The input data for this query would be the profiles of the individual customers within the
specifications. After the query is created and sent, the mapping function would sort through
the profiles, then identify and send the most frequently purchased products to the reducer.
The reducer would compare and aggregate the data generated from each map task and return
an output file featuring the top three most frequently purchased products from the cross-
section.
The MapReduce process is key in sorting through the big data that might be available when
submitting a query. The goal is to create the most accurate output in the shortest amount of
time. Figure 1 shows the overall flow of a MapReduce operation in our implementation.
When the user program calls the MapReduce function, the following sequence of actions
occurs (the numbered labels in Figure 1 correspond to the numbers in the list below):
1. The MapReduce library in the user program first splits the input files into M pieces of
typically 16 megabytes to 64 megabytes (MB) per piece (controllable by the user via an
optional parameter). It then starts up many copies of the program on a cluster of machines.
2. One of the copies of the program is special – the master. The rest are workers that are
assigned work by the master. There are M map tasks and R reduce tasks to assign.

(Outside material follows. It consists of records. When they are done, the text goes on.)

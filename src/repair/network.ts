/**
 * The repair network: a small denoising autoencoder on L* (after Vincent et al. 2008) in the shape of
 * a two-level U-Net. From a damaged patch it predicts, per pixel, whether it is damage (a logit) and
 * the undamaged L* (as a correction added to the input), so the mask and the fill come from one pass.
 * Input: L* / 100 - 0.5; sizes that are multiples of 4.
 */
import * as tf from '@tensorflow/tfjs';

/** Input sizes must be multiples of this (two halvings). */
export const REPAIR_MULTIPLE = 4;

/**
 * Builds an untrained repair network with He-initialised weights.
 * @example
 *   const net = createRepairNetwork();
 *   net.predict(tf.zeros([1, 64, 64, 1])); // shape [1, 64, 64, 2]: damage logit, L* correction / 100
 */
export function createRepairNetwork(seed = 1): tf.LayersModel {
  let next = seed;
  const conv = (name: string, filters: number, stride = 1) =>
    tf.layers.conv2d({
      name,
      filters,
      kernelSize: 3,
      strides: stride,
      padding: 'same',
      activation: 'relu',
      kernelInitializer: tf.initializers.heNormal({ seed: next++ }),
    });
  const apply = (layer: tf.layers.Layer, x: tf.SymbolicTensor | tf.SymbolicTensor[]) => layer.apply(x) as tf.SymbolicTensor;
  const up = (name: string, x: tf.SymbolicTensor) => apply(tf.layers.upSampling2d({ name, size: [2, 2] }), x);
  const join = (name: string, parts: tf.SymbolicTensor[]) => apply(tf.layers.concatenate({ name }), parts);

  const input = tf.input({ shape: [null, null, 1], name: 'lightness' });
  const full = apply(conv('enc1', 12), input);
  const half = apply(conv('enc2', 16, 2), full);
  let x = apply(conv('enc3a', 24, 2), half);
  x = apply(conv('enc3b', 24), x);
  x = apply(conv('dec2', 16), join('dec2_join', [up('dec2_up', x), half]));
  x = apply(conv('dec1', 12), join('dec1_join', [up('dec1_up', x), full, input]));
  const out = apply(
    tf.layers.conv2d({ name: 'repair', filters: 2, kernelSize: 1, kernelInitializer: tf.initializers.glorotUniform({ seed: next++ }) }),
    x,
  );
  return tf.model({ inputs: input, outputs: out, name: 'kinhue-repair' });
}

/** L* to the network's input scale. */
export function toRepairInput(L: number): number {
  return L / 100 - 0.5;
}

The master
picks idle workers and assigns each one a map task or a reduce task.
3. A worker who is assigned a map task reads the contents of the corresponding input split. It
parses key/value pairs out of the input data and passes each pair to the user-defined Map
function. The intermediate key/value pairs produced by the Map function are buffered in
memory.
4. Periodically, the buffered pairs are written to local disk, partitioned into R regions by the
partitioning function. The locations of these buffered pairs on the local disk are passed back
to the master, who is responsible for forwarding these locations to the reduce workers.
5. When a reduce worker is notified by the master about these locations, it uses remote
procedure calls to read the buffered data from the local disks of the map workers. When a
reduce worker has read all intermediate data, it sorts it by the intermediate keys so that all
occurrences of the same key are grouped together. The sorting is needed because typically
many different keys map to the same reduce task. If the amount of intermediate data is too
large to fit in memory, an external sort is used.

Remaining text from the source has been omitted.